EXPLAIN [ VERBOSE ] query

Parameters:

VERBOSE → Displays the full query plan instead of just a summary.

query → Query statement to explain. The query can be a SELECT, INSERT, CREATE TABLE AS, UPDATE, or DELETE statement.

The EXPLAIN command will fail if you use it for other SQL commands, such as data definition language (DDL) or database operations.

Results of the command can be:

DS_DIST_NONE — No redistribution is required because corresponding slices are collocated on the compute nodes. You will typically have only one DS_DIST_NONE step, the join between the fact table and one dimension table.

DS_DIST_ALL_NONE — No redistribution is required because the inner join table used DISTSTYLE ALL. The entire table is located on every node.

DS_DIST_INNER -The inner table is redistributed.

DS_DIST_OUTER — The outer table is redistributed.

DS_BCAST_INNER — A copy of the entire inner table is broadcast to all the compute nodes.

DS_DIST_ALL_INNER — The entire inner table is redistributed to a single slice because the outer table uses DISTSTYLE ALL.

DS_DIST_BOTH — Both tables are redistributed.

DS_DIST_NONE and DS_DIST_ALL_NONE are good results. They indicate that no distribution was required for that step because all of the joins are collocated.

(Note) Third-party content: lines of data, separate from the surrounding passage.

"""Noise of a sample, from the pixels, where neighbours may be correlated.

Stoehr et al. 2008 (ASP Conf. 394, 505) estimate the noise from second differences of
samples two apart (DER_SNR), which is right for independent samples. Here second
differences are taken at several lags k. For stationary noise of autocorrelation r,

    var(2 F_i - F_{i-k} - F_{i+k}) = sigma^2 (6 - 8 r_k + 2 r_2k),

so their robust scatter D_k rises with k up to the lag where samples are independent and
stays there: that plateau is sigma, and the rise gives r. Lines make D_k rise further,
which is why only the quietest blocks decide about the shape.
"""

from __future__ import annotations

from dataclasses import dataclass

import numpy as np

from .floor import noise_floor

MAD = 1.482602
LAGS = tuple(range(1, 17))
PLATEAU = 0.9
TAILS = (2.2, 3.3)  # of differences that may pass for noise
STILL = 1.2  # rise beyond the plateau that correlation alone may bring


def der_snr(flux) -> tuple[float, float]:
    """(signal-to-noise, noise) of Stoehr et al. 2008 for independent samples, lag 2."""
    flux = np.asarray(flux, dtype=float)
    noise = float(np.median(np.abs(second_difference(flux, 2)))) * MAD
    return float(np.median(flux)) / noise, noise


def second_difference(flux: np.ndarray, lag: int) -> np.ndarray:
    """(2 F_i - F_{i-lag} - F_{i+lag}) / sqrt(6), shape (n - 2 lag,)."""
    return (2.0 * flux[lag:-lag] - flux[: -2 * lag] - flux[2 * lag :]) / np.sqrt(6.0)


@dataclass(frozen=True, eq=False)
class Noise:
    """sigma: one sigma per sample, shape (n,); correlation: r_0 = 1, r_1, ...; lag: plateau;
    like: False where the quietest stretches have not the tails of noise."""

    sigma: np.ndarray
    correlation: np.ndarray
    lag: int
    like: bool = True


def _differences(flux, good, runs, lag):
    """|second differences| * MAD placed on their middle sample, NaN elsewhere."""
    out = np.full(len(flux), np.nan)
    for run in runs:
        if run.stop - run.start <= 2 * lag:
            continue
        part, ok = flux[run], good[run]
        value = np.abs(second_difference(part, lag)) * MAD
        fine = ok[lag:-lag] & ok[: -2 * lag] & ok[2 * lag :]
        out[run.start + lag : run.stop - lag] = np.where(fine, value, np.nan)
    return out


def block_medians(values: np.ndarray, size: int, least: int) -> tuple[np.ndarray, np.ndarray]:
    """(centre indices, medians of the finite values) of blocks of ``size`` samples.

    Blocks with fewer than ``least`` finite values give NaN.
    """
    count = max(1, round(len(values) / size))
    width = -(-len(values) // count)
    grid = np.full(count * width, np.nan)
    grid[: len(values)] = values
    grid = np.sort(grid.reshape(count, width), axis=1)
    filled = np.isfinite(grid).sum(axis=1)
    rows = np.arange(count)
    middle = 0.5 * (grid[rows, np.maximum(filled - 1, 0) // 2] + grid[rows, filled // 2 % width])
    centre = np.minimum(rows * width + 0.5 * (width - 1), len(values) - 1)
    return centre, np.where(filled >= max(least, 1), middle, np.nan)


def quiet_profile(flux, good, runs, share: float = 0.25) -> np.ndarray:
    """D_k at LAGS, the median over the quietest ``share`` of blocks, shape (len(LAGS),).

    Choosing quiet blocks biases the level low by some per cent; with share 1 nothing is.
    """
    table = np.array([
        block_medians(_differences(flux, good, runs, lag), 128, 40)[1] for lag in LAGS
    ])
    if not np.any(np.isfinite(table)):
        return np.full(len(LAGS), np.nan)
    rank = np.mean(table[3:8], axis=0)
    rank = np.where(np.isfinite(rank), rank, np.inf)
    rank = np.where(rank > 0, rank, np.inf)
    if not np.any(np.isfinite(rank)):
        return np.full(len(LAGS), np.nan)
    rank = np.where(np.isfinite(table).all(axis=0), rank, np.inf)
    if not np.any(np.isfinite(rank)):
        return np.full(len(LAGS), np.nan)
    keep = np.argsort(rank)[: max(1, int(np.isfinite(rank).sum() * share))]
    # ratios, so that a quiet block of low flux does not rule the others
    relative = table[:, keep] / rank[keep]
    return np.median(relative, axis=1) * np.median(rank[keep])


def plateau(profile: np.ndarray, longest: float) -> int:
    """Smallest lag whose D_k no longer rises up to twice the lag; 1 when none is found."""
    for i, lag in enumerate(LAGS):
        if lag > longest:
            break
        later = [
            d for k, d in zip(LAGS, profile)
            if lag < k <= max(2 * lag, lag + 1) and np.isfinite(d)
        ]
        if later and profile[i] >= PLATEAU * max(later):
            return lag
    return 1


def _like_noise(flux, good, runs, lag: int) -> bool:
    """Whether second differences at ``lag`` have the tails of a Gaussian.

    The 90th percentile over the median of |normal| is 2.44; sparse lines raise it, a
    wood of lines lowers it. Judged over the quietest quarter of blocks of 128 samples.
    """
    values = _differences(flux, good, runs, lag)
    count = len(values) // 128
    grid = values[: count * 128].reshape(count, 128)
    grid = grid[np.isfinite(grid).all(axis=1)]
    if len(grid) < 4:
        return True
    middle = np.median(grid, axis=1)
    quiet = np.argsort(middle)[: len(grid) // 4 + 1]
    tail = np.percentile(grid[quiet] / np.maximum(middle[quiet, None], 1e-300), 90)
    return bool(TAILS[0] < tail < TAILS[1])


def _steep(flux, good, runs) -> bool:
    """Whether the highest frequencies lack what only correlation takes from them."""
    floor = noise_floor(flux, good, runs)
    return floor is not None and not floor.bound


def settled(profile: np.ndarray, lag: int, longest: float) -> int:
    """Up to twice the plateau's first lag, where samples are surely independent.

    Only where D_k stays put on the way: a further rise is the work of lines.
    """
    if lag == 1:
        return 1
    for later in range(int(min(2 * lag, LAGS[-1], longest)), lag, -1):
        if np.max(profile[lag:later]) <= STILL * profile[lag - 1]:
            return later
    return lag


def correlation_from(profile: np.ndarray, lag: int) -> np.ndarray:
    """Autocorrelation r_0..r_lag from D_k by r_k = (6 - 6 (D_k/D_lag)^2 + 2 r_2k) / 8."""
    if lag == 1:
        return np.array([1.0])
    known = dict(zip(LAGS, profile))
    r = np.zeros(2 * lag + 1)
    r[0] = 1.0
    for k in range(lag - 1, 0, -1):
        r[k] = np.clip((6.0 - 6.0 * (known[k] / known[lag]) ** 2 + 2.0 * r[2 * k]) / 8.0, 0, 0.99)
    return r[:lag]


def estimate_noise(flux, good, runs, quiet=None, longest=16.0, sure=False) -> Noise:
    """Local noise of one segment.

    flux: any unit, shape (n,); good: usable samples; runs: slices without gaps;
    quiet: samples free of features (None at first: all); longest: largest lag allowed
    in samples (a part of the line width: beyond, lines look like noise); sure: enough
    is quiet to follow the correlation further.
    """
    free = good if quiet is None else good & quiet
    profile = quiet_profile(flux, free, runs, 1.0 if sure else 0.25)
    if not np.all(np.isfinite(profile[:2])):
        profile = quiet_profile(flux, good, runs)
        free = good
    lag = plateau(profile, longest)
    like = lag == 1 or sure or _like_noise(flux, free, runs, lag) or _steep(flux, good, runs)
    lag = lag if like else 1
    if sure:
        lag = settled(profile, lag, longest)
    correlation = correlation_from(profile, lag)
    sigma = _local(_values(flux, free, runs, lag, profile), flux, lag)
    if free is not good:
        # where nothing is quiet: the shortest lag, least touched by lines
        bound = short_scatter(flux, good, runs, np.r_[correlation, 0.0, 0.0], lag)
        sigma = np.where(np.isfinite(sigma), np.minimum(sigma, 1.5 * bound), bound)
    return Noise(sigma, correlation, lag, like)


def short_scatter(flux, good, runs, r, lag: int = 1) -> np.ndarray:
    """Noise, (n,), from the scatter of second differences at lag 1, which lines raise least;
    r: the noise's autocorrelation at lags 0, 1, 2, ...; lag: stretches the blocks."""
    short = _differences(flux, good, runs, 1) / np.sqrt((6 - 8 * r[1] + 2 * r[2]) / 6)
    return _local(short, flux, lag)


def _values(flux, free, runs, lag, profile):
    """Scatter of single samples: DER_SNR's own lag 2 where lag 1 agrees with it."""
    used = max(lag, 2) if lag > 1 or profile[0] >= PLATEAU * profile[1] else 1
    return _differences(flux, free, runs, used)


def _local(values: np.ndarray, flux, lag: int) -> np.ndarray:
    """Medians of blocks, joined by straight lines; all-sample median where none is filled."""
    size = int(max(200, min(1000, len(flux) // 12)) * max(1.0, 0.4 * lag))
    centre, medians = block_medians(values, size, min(100, max(8, size // 10)))
    fine = np.isfinite(medians)
    if not fine.any():
        finite = values[np.isfinite(values)]
        return np.full(len(values), np.median(finite) if len(finite) >= 20 else np.nan)
    return np.interp(np.arange(len(values)), centre[fine], medians[fine])
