"""Claims out of the mixture's marginals: species posteriors, candidates, blends."""

from __future__ import annotations

import numpy as np

from .model import Candidate, Claim, standing_of
from .entries import SHARE_EXPONENT
from .mixture import Solution
from .populations import SIGNS, UNGRADED

KEPT = 6  # candidates kept per feature
BLEND_SHARE = 0.2  # contributors of at least this share are listed
LONE_SHARE = 0.7  # a group whose top share is below this is a blend


def species_posteriors(solution: Solution, names):
    """Per pair: P(the pair's species made the feature), summed over its lines.

    names: (n_entries,) species name index of each entry.
    """
    key = solution.feature.astype(np.int64) * (int(names.max(initial=0)) + 1)
    key = key + names[solution.entry]
    unique, inverse = np.unique(key, return_inverse=True)
    return np.bincount(inverse, solution.probability, len(unique))[inverse]


def build_claims(solution: Solution, catalogue, components) -> tuple[Claim, ...]:
    """One claim per feature, in feature order."""
    e = solution.problem.entries
    names = catalogue.species[e.row]
    species_p = species_posteriors(solution, names)
    order = np.lexsort((-solution.probability, solution.feature))
    count = len(solution.problem.features)
    starts = np.searchsorted(solution.feature[order], np.arange(count + 1))
    builder = _Builder(solution, catalogue, components, species_p)
    return tuple(
        builder.claim(i, order[starts[i] : starts[i + 1]]) for i in range(count)
    )


def _predicted_depths(solution: Solution):
    """Central depth the learned relation predicts for each entry's group; NaN where the
    population's depths are not predicted or no depth was measured."""
    e = solution.problem.entries
    depth = np.full(len(e), np.nan)
    if not np.any(np.isfinite(solution.problem.features.strength)):
        return depth
    for k, relation in enumerate(solution.state.relation):
        if k not in UNGRADED and SIGNS[k] > 0:
            here = e.population == k
            depth[here] = 1.0 / (1.0 + 10.0 ** (-relation(solution.groups.total[here])))
    return depth


class _Builder:
    """Turns the sorted pairs of one feature into its claim."""

    def __init__(self, solution: Solution, catalogue, components, species_p):
        self.s, self.catalogue, self.components = solution, catalogue, components
        self.species_p = species_p
        self.certainty = np.array([c.certainty for c in components])
        self.depth = _predicted_depths(solution)

    def claim(self, feature: int, pairs) -> Claim:
        unlisted = float(self.s.unlisted[feature])
        sure = self._certainty(pairs)
        unlisted = 1.0 - (1.0 - unlisted) * sure
        if len(pairs) == 0:
            return Claim(p_unlisted=1.0)
        best_species = self._species(pairs[np.argmax(self.species_p[pairs])])
        ranked = sorted(pairs, key=lambda p: (-self.species_p[p], -self.s.probability[p], p))
        kept = self._diverse(ranked)
        probability = min(float(self.species_p[kept[0]]), 1.0) * sure
        candidates = tuple(self._candidate(p, sure) for p in kept)
        others = [c.species for c in candidates if c.species != best_species]
        return Claim(
            species=best_species,
            probability=probability,
            p_line=min(candidates[0].probability, 1.0),
            p_unlisted=unlisted,
            standing=standing_of(probability),
            origin=candidates[0].origin,
            candidates=candidates,
            blend=self._blend(kept[0]),
            runner_up=others[0] if others else "",
        )

    def _species(self, pair: int) -> str:
        return self.catalogue.species_of(self.s.problem.entries.row[self.s.entry[pair]])

    def _diverse(self, ranked) -> list[int]:
        """The best lines, at most two of a species, so that rivals stay visible."""
        kept, seen = [], {}
        for pair in ranked:
            name = self._species(pair)
            if seen.get(name, 0) < 2:
                kept.append(pair)
                seen[name] = seen.get(name, 0) + 1
            if len(kept) == KEPT:
                break
        return kept

    def _certainty(self, pairs) -> float:
        """Certainty of the components behind a feature's pairs, weighted by probability."""
        if len(pairs) == 0 or np.all(self.certainty == 1.0):
            return 1.0
        certain = self.certainty[self.s.problem.entries.component[self.s.entry[pairs]]]
        weight = self.s.probability[pairs] + 1e-12
        return float(np.sum(weight * certain) / np.sum(weight))

    def _candidate(self, pair: int, sure: float) -> Candidate:
        e = self.s.problem.entries
        entry = int(self.s.entry[pair])
        row, cat = int(e.row[entry]), self.catalogue
        component = self.components[int(e.component[entry])]
        return Candidate(
            species=cat.species_of(row),
            origin=component.origin,
            wave=float(cat.wave[row]),
            wave_err=float(cat.wave_err[row]),
            e_low=float(cat.e_low[row]),
            loggf=float(cat.loggf[row]),
            velocity=float(component.velocity),
            probability=float(min(self.s.probability[pair], 1.0)) * sure,
            share=float(self.s.groups.share[entry]),
            offset_sigma=float(self.s.offset_sigma[pair]),
            depth_predicted=float(self.depth[entry]),
            source=cat.source_keys[int(cat.source[row])],
        )

    def _blend(self, pair: int) -> tuple[tuple[str, float, float], ...]:
        """Other lines of the best line's group that carry a share of at least a fifth."""
        e = self.s.problem.entries
        best = int(self.s.entry[pair])
        half = self.s.problem.group_half_width[best]
        low, high = np.searchsorted(e.wave, [e.wave[best] - half, e.wave[best] + half])
        near = np.arange(low, high)
        near = near[(e.population[near] == e.population[best]) & (near != best)]
        relative = 10.0 ** (SHARE_EXPONENT * (self.s.strength[near] - self.s.strength[best]))
        share = np.minimum(self.s.groups.share[best] * relative, 1.0)
        listed = np.nonzero(share >= BLEND_SHARE)[0]
        listed = listed[np.argsort(-share[listed], kind="stable")]
        return tuple(
            (
                self.catalogue.species_of(int(e.row[near[i]])),
                float(self.catalogue.wave[e.row[near[i]]]),
                float(share[i]),
            )
            for i in listed
        )
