"""Every temperature a spectrum gives, with its error and its name; which one is adopted.

The profile of the likelihood never diverges but is coarse; the curve of growth is sharper where
lines are clean and wrong where they are not. So the second counts only where it agrees with the
first, and then by the weight of its error.
"""

from __future__ import annotations

from dataclasses import dataclass, replace

import numpy as np

from .clean_lines import clean_lines, tilted_strength
from .growth import THETA_K, GrowthFit, fit_growth
from .ionisation import ionisation_balance
from .temperature import Profile, electron_pressure

GIVEN, NOMINAL, ADOPTED = "given", "nominal", "adopted"
PROFILE, GROWTH, BALANCE = "likelihood profile", "curve of growth", "ionisation balance"
PLANCK, WIEN = "Planck colour", "Wien colour"
KELVIN, PRESSURE = "K", "log10 dyn cm-2"
# dex per eV by which theta is off beyond its own error, for log gf scales drift with excitation:
# on simulated stars the errors then come true (tests/studies/temperature_study.py, seeds 1 and
# 2), and the halves of the Sun's spectrum differ by no more.
SYSTEMATIC = 0.02
# Share of the way to the temperature at which the claims were made that a curve of growth is
# drawn (the same stars, claims made 3,000 K off: 0.01 to 0.12).
LEANING = 0.08
TILTS = 2  # turns in which blend shares follow the temperature found
LOOSEST = 0.08  # relative error beyond which a curve of growth is shown but not used
AGREEMENT = 2.5  # sigma between profile and curve of growth that count as agreement


@dataclass(frozen=True)
class TemperatureReading:
    """One temperature (or the electron pressure that goes with it) and how it was read.

    label: one of the names above; value, error: in ``unit`` (NaN error: none known)
    used: whether predicted strengths rest on it; note: a caveat in words
    """

    label: str
    value: float
    error: float
    unit: str = KELVIN
    used: bool = False
    note: str = ""


@dataclass(frozen=True)
class Adopted:
    """temperature, error: K (NaN error where given or nominal); readings: all, adopted first"""

    temperature: float
    error: float
    readings: tuple[TemperatureReading, ...]


def read_temperatures(
    found: Profile | float, solution, catalogue, features, made_at: float
) -> Adopted:
    """All excitation temperatures of a solved mixture.

    found: the profile, or the temperature (K) that a person gave.
    solution: of the mixture, at the temperature ``made_at`` (K); catalogue: whose rows it
    names; features: FeatureTable.
    """
    growth = read_growth(solution, catalogue, features, made_at)
    if isinstance(found, Profile):
        temperature, error, readings = _weighed(found, growth)
    else:
        temperature, error = float(found), float("nan")
        first = TemperatureReading(GIVEN, temperature, error, KELVIN, True, "not searched")
        readings = (first, *_growth(growth, "not used: a temperature was given"))
    readings += _balance(growth, catalogue.species_names, temperature, error)
    return Adopted(temperature, error, readings)


def nominal(temperature: float) -> TemperatureReading:
    """The temperature (K) that stands in where no star's absorption lines are seen."""
    note = "no stellar absorption lines are seen"
    return TemperatureReading(NOMINAL, temperature, float("nan"), KELVIN, True, note)


@dataclass(frozen=True)
class Growth:
    """A curve of growth; temperature and its error, systematic parts included, in K."""

    fit: GrowthFit
    temperature: float
    error: float


def read_growth(solution, catalogue, features, made_at: float) -> Growth | None:
    """Curve of growth of claims that were made at a temperature ``made_at`` (K)."""
    lines = clean_lines(solution, catalogue, features)
    fit = fit_growth(lines)
    for _ in range(TILTS):
        if fit is None:
            return None
        tilt = fit.theta - THETA_K / made_at
        strength = tilted_strength(solution, catalogue, lines, tilt)
        lines = clean_lines(solution, catalogue, features, strength)
        fit = fit_growth(lines) or fit
    return None if fit is None else with_error(fit, made_at)


def with_error(fit: GrowthFit, made_at: float) -> Growth:
    """The fit with what its own error leaves out."""
    value = fit.temperature
    own = value * np.hypot(fit.theta_err, SYSTEMATIC) / fit.theta
    return Growth(fit, value, float(np.hypot(own, LEANING * (value - made_at))))


def _growth(growth: Growth | None, note: str, used: bool = False):
    if growth is None:
        return ()
    words = f"{growth.fit.lines} lines; {note}"
    return (
        TemperatureReading(GROWTH, growth.temperature, growth.error, KELVIN, used, words),
    )


def _weighed(found: Profile, growth: Growth | None):
    """(temperature, error, readings) of profile and curve of growth together."""
    one = TemperatureReading(PROFILE, found.temperature, found.error, KELVIN, True)
    doubt = _doubt(found, growth)
    if growth is None or doubt:
        if not np.isfinite(found.error):
            one = replace(one, note="no peak inside the temperatures tried")
        adopted = TemperatureReading(ADOPTED, found.temperature, found.error, KELVIN, True,
                                     "excitation temperature; no effective temperature")
        return found.temperature, found.error, (adopted, one, *_growth(growth, doubt))
    values = np.array([found.temperature, growth.temperature])
    weight = np.array([found.error, growth.error]) ** -2.0
    mean, error = float(np.sum(values * weight) / np.sum(weight)), float(np.sum(weight) ** -0.5)
    adopted = TemperatureReading(ADOPTED, mean, error, KELVIN, True,
                                 "excitation temperature; no effective temperature")
    return mean, error, (adopted, one, *_growth(growth, "agrees with the profile", True))


def _doubt(found: Profile, growth: Growth | None) -> str:
    """Why the curve of growth is not used; empty where it is."""
    if growth is None:
        return "too few clean lines"
    if growth.error > LOOSEST * growth.temperature:
        return "not used: too uncertain"
    apart = abs(growth.temperature - found.temperature)
    if not apart <= AGREEMENT * np.hypot(growth.error, found.error):
        return "not used: it disagrees with the profile"
    return ""


def _balance(growth: Growth | None, names, temperature: float, error: float):
    """The ionisation balance at the adopted temperature, as a hint."""
    if growth is None:
        return ()
    safe = error if np.isfinite(error) else growth.error
    hint = ionisation_balance(growth.fit, names, temperature, safe)
    if hint is None:
        return ()
    note = (f"log10 electron pressure from {', '.join(hint.pairs)}; a dwarf's usual one is "
            f"{electron_pressure(temperature):.1f}; {hint.per_100k:+.2f} per 100 K; "
            "one layer in LTE, a hint only")  # fmt: skip
    return (TemperatureReading(BALANCE, hint.log_pe, hint.error, PRESSURE, False, note),)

Press enter or click to view image in full size

Read more about Explain command: https://docs.aws.amazon.com/redshift/latest/dg/r_EXPLAIN.html

Summary

  • Use the query writing guidelines for a great increase in performance.
  • Distribution keys and Sort keys are your best friend when joining large tables
  • Understanding of how Zone Maps in Redshift work to maximize input/output
  • Use Compression encoding every time when defining your DDL
  • Explain command is very useful for achieving Merge joins

I know that it takes some time and effort to go through all of these guidelines/methods and implement them, but that time is time well spent. Your Redshift cluster will be infinitely more efficient and you will notice the difference right off in query I/O.